[Data items]
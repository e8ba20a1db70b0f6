export const SECTION_SHAPES = [
  'i',
  'tapered_i',
  'channel',
  'tapered_channel',
  'tee',
  'angle',
  'rhs',
  'shs',
  'chs',
  'rectangle',
  'round',
  'outline',
  'values',
] as const;
export type SectionShape = (typeof SECTION_SHAPES)[number];
/** Shapes that a row of sizes describes: an outline is drawn, and what is known by its values has none. */
export type MeasuredShape = Exclude<SectionShape, 'outline' | 'values'>;
export const MEASURED_SHAPES = SECTION_SHAPES.filter(
  (shape): shape is MeasuredShape => shape !== 'outline' && shape !== 'values',
);

type Flanged = { h: number; b: number; tw: number; tf: number; r: number };
/** Rolled I or H with parallel flanges: depth, width, web, flange, root radius. */
export type IDimensions = { shape: 'i' } & Flanged;
/** Channel with parallel flanges. */
export type ChannelDimensions = { shape: 'channel' } & Flanged;
/** Tee: flange on top, h over all. */
export type TeeDimensions = { shape: 'tee' } & Flanged;
/**
 * I or channel whose flanges' inner faces slope (0.14 is 14 %). tf is measured at `at` from the flange's tip; toe is the
 * radius there.
 */
type Tapered = Flanged & { toe: number; slope: number; at: number };
export type TaperedIDimensions = { shape: 'tapered_i' } & Tapered;
export type TaperedChannelDimensions = { shape: 'tapered_channel' } & Tapered;
/** Angle: leg h upright and leg b lying, of one thickness; root radius and radius of both toes. */
export type AngleDimensions = { shape: 'angle'; h: number; b: number; t: number; r: number; toe: number };
/** Rectangular or square tube: wall, outer and inner corner radius. */
export type TubeDimensions = {
  shape: 'rhs' | 'shs';
  h: number;
  b: number;
  t: number;
  ro: number;
  ri: number;
};
type RoundTubeDimensions = { shape: 'chs'; d: number; t: number };
/** Solid rectangle: sawn timber, glued laminated timber, bar. */
type RectangleDimensions = { shape: 'rectangle'; h: number; b: number };
type RoundBarDimensions = { shape: 'round'; d: number };
/** A corner of an outline: z to the right, y up, m, rounded by r. */
export type Corner = { z: number; y: number; r: number };
/**
 * Any outline: rings of corners, an outer one anticlockwise, a hole clockwise. Several outer rings act as one section, as
 * far as their connection lets them. No formula of torsion covers every outline, so whoever drew it says J and I_w, and
 * the thickness t of its thickest part.
 */
export type OutlineDimensions = {
  shape: 'outline';
  rings: readonly (readonly Corner[])[];
  /** What it was put together from, each with how many of the rings are its own, in their order. */
  parts?: readonly OutlinePart[] | undefined;
  t: number;
  j: number;
  iw: number;
};
export type OutlinePart = { name: string; rings: number };
/** Known by its values alone: sizes over all, properties as supplied, and the area that V is divided by for τ. */
export type ValuesDimensions = {
  shape: 'values';
  h: number;
  b: number;
  t: number;
  area: number;
  iMajor: number;
  iMinor: number;
  wElMajor: number;
  wElMinor: number;
  wPlMajor: number;
  wPlMinor: number;
  j: number;
  iw: number;
  shearArea: number;
};

/** What is measured of a section, in m. h is along the web (or upright), b across it. */
export type SectionDimensions =
  | IDimensions
  | TaperedIDimensions
  | ChannelDimensions
  | TaperedChannelDimensions
  | TeeDimensions
  | AngleDimensions
  | TubeDimensions
  | RoundTubeDimensions
  | RectangleDimensions
  | RoundBarDimensions
  | OutlineDimensions
  | ValuesDimensions;

export const depthOf = (d: SectionDimensions): number =>
  d.shape === 'outline' ? extent(d, 'y') : 'h' in d ? d.h : d.d;
export const widthOf = (d: SectionDimensions): number =>
  d.shape === 'outline' ? extent(d, 'z') : 'b' in d ? d.b : d.d;

function extent({ rings }: OutlineDimensions, along: 'y' | 'z'): number {
  const places = rings.flatMap((ring) => ring.map((corner) => corner[along]));
  return Math.max(...places) - Math.min(...places);
}

/** The thickness that decides the strength: the thicker of flange and web, since either may govern. */
export function governingThickness(d: SectionDimensions): number {
  if ('tf' in d) return Math.max(d.tf, d.tw);
  return 't' in d ? d.t : Math.min(depthOf(d), widthOf(d));
}

/**
 * How flanges taper, and their toe radius, where a table gives h, b, t_w, t_f and r alone. European I (DIN 1025-1): 14 %,
 * t_f at a quarter of the width, toe 0.6 t_w. European channels (DIN 1026-1): 8 % and t_f at half the width up to h =
 * 300 mm, above it 5 % and in the middle of the outstand, toe half the root. American S and C (ASTM A6): 1 in 6, t_f in the
 * middle of the outstand, toe half the root. From memory.
 */
export function taper(
  shape: 'tapered_i' | 'tapered_channel',
  d: Flanged,
  origin: 'european' | 'american',
): TaperedIDimensions | TaperedChannelDimensions {
  const middle = (shape === 'tapered_i' ? (d.b - d.tw) / 2 : d.b - d.tw) / 2;
  if (origin === 'american') return { shape, ...d, toe: d.r / 2, slope: 1 / 6, at: middle };
  if (shape === 'tapered_i') return { shape, ...d, toe: 0.6 * d.tw, slope: 0.14, at: d.b / 4 };
  return d.h > 0.3
    ? { shape, ...d, toe: d.r / 2, slope: 0.05, at: middle }
    : { shape, ...d, toe: d.r / 2, slope: 0.08, at: d.b / 2 };
}

/** EN 10210 hot finished, EN 10219 cold formed, ASTM A500 cold formed. */
export const TUBE_STANDARDS = ['EN 10210', 'EN 10219', 'ASTM A500'] as const;
export type TubeStandard = (typeof TUBE_STANDARDS)[number];

const A500_DESIGN_WALL = 0.93; // AISC 360-16 B4.2: tubes to A500 are rolled to the lower tolerance of the wall

/**
 * The wall that properties are computed with: 0.93 of the nominal one for ASTM A500, else the nominal one.
 * (A tabulated US weight is of the nominal wall.)
 */
export const designWall = (nominal: number, standard: TubeStandard): number =>
  standard === 'ASTM A500' ? A500_DESIGN_WALL * nominal : nominal;

/** The wall that a design wall was made from. */
export const nominalWall = (design: number, standard: TubeStandard): number =>
  standard === 'ASTM A500' ? design / A500_DESIGN_WALL : design;

/**
 * Corner radii for calculation. EN 10210-2:2006 Annex B: 1.5 t and 1.0 t. EN 10219-2:2006 Annex B: 2.0, 2.5, 3.0 t
 * outside up to 6, up to 10 and over 10 mm, and t less inside. ASTM A500: 2.0 t outside, as the AISC tables.
 */
export function cornerRadii(t: number, standard: TubeStandard): { ro: number; ri: number } {
  if (standard === 'EN 10210') return { ro: 1.5 * t, ri: t };
  const ratio = standard === 'ASTM A500' || t <= 0.006 ? 2 : t <= 0.01 ? 2.5 : 3;
  return { ro: ratio * t, ri: (ratio - 1) * t };
}

/** A square or rectangular tube from its outside sizes and nominal wall. */
export function tube(h: number, b: number, nominalWall: number, standard: TubeStandard): TubeDimensions {
  const t = designWall(nominalWall, standard);
  return { shape: h === b ? 'shs' : 'rhs', h, b, t, ...cornerRadii(t, standard) };
}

_The problem_: Reproduce the records exactly as they appear.

_Task solution_:
repository e8ba20a1db70b0f6
export const SECTION_SHAPES = [
  'i',
  'tapered_i',
  'channel',
  'tapered_channel',
  'tee',
  'angle',
  'rhs',
  'shs',
  'chs',
  'rectangle',
  'round',
  'outline',
  'values',
] as const;
export type SectionShape = (typeof SECTION_SHAPES)[number];
/** Shapes that a row of sizes describes: an outline is drawn, and what is known by its values has none. */
export type MeasuredShape = Exclude<SectionShape, 'outline' | 'values'>;
export const MEASURED_SHAPES = SECTION_SHAPES.filter(
  (shape): shape is MeasuredShape => shape !== 'outline' && shape !== 'values',
);

type Flanged = { h: number; b: number; tw: number; tf: number; r: number };
/** Rolled I or H with parallel flanges: depth, width, web, flange, root radius. */
export type IDimensions = { shape: 'i' } & Flanged;
/** Channel with parallel flanges. */
export type ChannelDimensions = { shape: 'channel' } & Flanged;
/** Tee: flange on top, h over all. */
export type TeeDimensions = { shape: 'tee' } & Flanged;
/**
 * I or channel whose flanges' inner faces slope (0.14 is 14 %). tf is measured at `at` from the flange's tip; toe is the
 * radius there.
 */
type Tapered = Flanged & { toe: number; slope: number; at: number };
export type TaperedIDimensions = { shape: 'tapered_i' } & Tapered;
export type TaperedChannelDimensions = { shape: 'tapered_channel' } & Tapered;
/** Angle: leg h upright and leg b lying, of one thickness; root radius and radius of both toes. */
export type AngleDimensions = { shape: 'angle'; h: number; b: number; t: number; r: number; toe: number };
/** Rectangular or square tube: wall, outer and inner corner radius. */
export type TubeDimensions = {
  shape: 'rhs' | 'shs';
  h: number;
  b: number;
  t: number;
  ro: number;
  ri: number;
};
type RoundTubeDimensions = { shape: 'chs'; d: number; t: number };
/** Solid rectangle: sawn timber, glued laminated timber, bar. */
type RectangleDimensions = { shape: 'rectangle'; h: number; b: number };
type RoundBarDimensions = { shape: 'round'; d: number };
/** A corner of an outline: z to the right, y up, m, rounded by r. */
export type Corner = { z: number; y: number; r: number };
/**
 * Any outline: rings of corners, an outer one anticlockwise, a hole clockwise. Several outer rings act as one section, as
 * far as their connection lets them. No formula of torsion covers every outline, so whoever drew it says J and I_w, and
 * the thickness t of its thickest part.
 */
export type OutlineDimensions = {
  shape: 'outline';
  rings: readonly (readonly Corner[])[];
  /** What it was put together from, each with how many of the rings are its own, in their order. */
  parts?: readonly OutlinePart[] | undefined;
  t: number;
  j: number;
  iw: number;
};
export type OutlinePart = { name: string; rings: number };
/** Known by its values alone: sizes over all, properties as supplied, and the area that V is divided by for τ. */
export type ValuesDimensions = {
  shape: 'values';
  h: number;
  b: number;
  t: number;
  area: number;
  iMajor: number;
  iMinor: number;
  wElMajor: number;
  wElMinor: number;
  wPlMajor: number;
  wPlMinor: number;
  j: number;
  iw: number;
  shearArea: number;
};

/** What is measured of a section, in m. h is along the web (or upright), b across it. */
export type SectionDimensions =
  | IDimensions
  | TaperedIDimensions
  | ChannelDimensions
  | TaperedChannelDimensions
  | TeeDimensions
  | AngleDimensions
  | TubeDimensions
  | RoundTubeDimensions
  | RectangleDimensions
  | RoundBarDimensions
  | OutlineDimensions
  | ValuesDimensions;

export const depthOf = (d: SectionDimensions): number =>
  d.shape === 'outline' ? extent(d, 'y') : 'h' in d ? d.h : d.d;
export const widthOf = (d: SectionDimensions): number =>
  d.shape === 'outline' ? extent(d, 'z') : 'b' in d ? d.b : d.d;

function extent({ rings }: OutlineDimensions, along: 'y' | 'z'): number {
  const places = rings.flatMap((ring) => ring.map((corner) => corner[along]));
  return Math.max(...places) - Math.min(...places);
}

/** The thickness that decides the strength: the thicker of flange and web, since either may govern. */
export function governingThickness(d: SectionDimensions): number {
  if ('tf' in d) return Math.max(d.tf, d.tw);
  return 't' in d ? d.t : Math.min(depthOf(d), widthOf(d));
}

/**
 * How flanges taper, and their toe radius, where a table gives h, b, t_w, t_f and r alone. European I (DIN 1025-1): 14 %,
 * t_f at a quarter of the width, toe 0.6 t_w. European channels (DIN 1026-1): 8 % and t_f at half the width up to h =
 * 300 mm, above it 5 % and in the middle of the outstand, toe half the root. American S and C (ASTM A6): 1 in 6, t_f in the
 * middle of the outstand, toe half the root. From memory.
 */
export function taper(
  shape: 'tapered_i' | 'tapered_channel',
  d: Flanged,
  origin: 'european' | 'american',
): TaperedIDimensions | TaperedChannelDimensions {
  const middle = (shape === 'tapered_i' ? (d.b - d.tw) / 2 : d.b - d.tw) / 2;
  if (origin === 'american') return { shape, ...d, toe: d.r / 2, slope: 1 / 6, at: middle };
  if (shape === 'tapered_i') return { shape, ...d, toe: 0.6 * d.tw, slope: 0.14, at: d.b / 4 };
  return d.h > 0.3
    ? { shape, ...d, toe: d.r / 2, slope: 0.05, at: middle }
    : { shape, ...d, toe: d.r / 2, slope: 0.08, at: d.b / 2 };
}

/** EN 10210 hot finished, EN 10219 cold formed, ASTM A500 cold formed. */
export const TUBE_STANDARDS = ['EN 10210', 'EN 10219', 'ASTM A500'] as const;
export type TubeStandard = (typeof TUBE_STANDARDS)[number];

const A500_DESIGN_WALL = 0.93; // AISC 360-16 B4.2: tubes to A500 are rolled to the lower tolerance of the wall

/**
 * The wall that properties are computed with: 0.93 of the nominal one for ASTM A500, else the nominal one.
 * (A tabulated US weight is of the nominal wall.)
 */
export const designWall = (nominal: number, standard: TubeStandard): number =>
  standard === 'ASTM A500' ? A500_DESIGN_WALL * nominal : nominal;

/** The wall that a design wall was made from. */
export const nominalWall = (design: number, standard: TubeStandard): number =>
  standard === 'ASTM A500' ? design / A500_DESIGN_WALL : design;

/**
 * Corner radii for calculation. EN 10210-2:2006 Annex B: 1.5 t and 1.0 t. EN 10219-2:2006 Annex B: 2.0, 2.5, 3.0 t
 * outside up to 6, up to 10 and over 10 mm, and t less inside. ASTM A500: 2.0 t outside, as the AISC tables.
 */
export function cornerRadii(t: number, standard: TubeStandard): { ro: number; ri: number } {
  if (standard === 'EN 10210') return { ro: 1.5 * t, ri: t };
  const ratio = standard === 'ASTM A500' || t <= 0.006 ? 2 : t <= 0.01 ? 2.5 : 3;
  return { ro: ratio * t, ri: (ratio - 1) * t };
}

/** A square or rectangular tube from its outside sizes and nominal wall. */
export function tube(h: number, b: number, nominalWall: number, standard: TubeStandard): TubeDimensions {
  const t = designWall(nominalWall, standard);
  return { shape: h === b ? 'shs' : 'rhs', h, b, t, ...cornerRadii(t, standard) };
}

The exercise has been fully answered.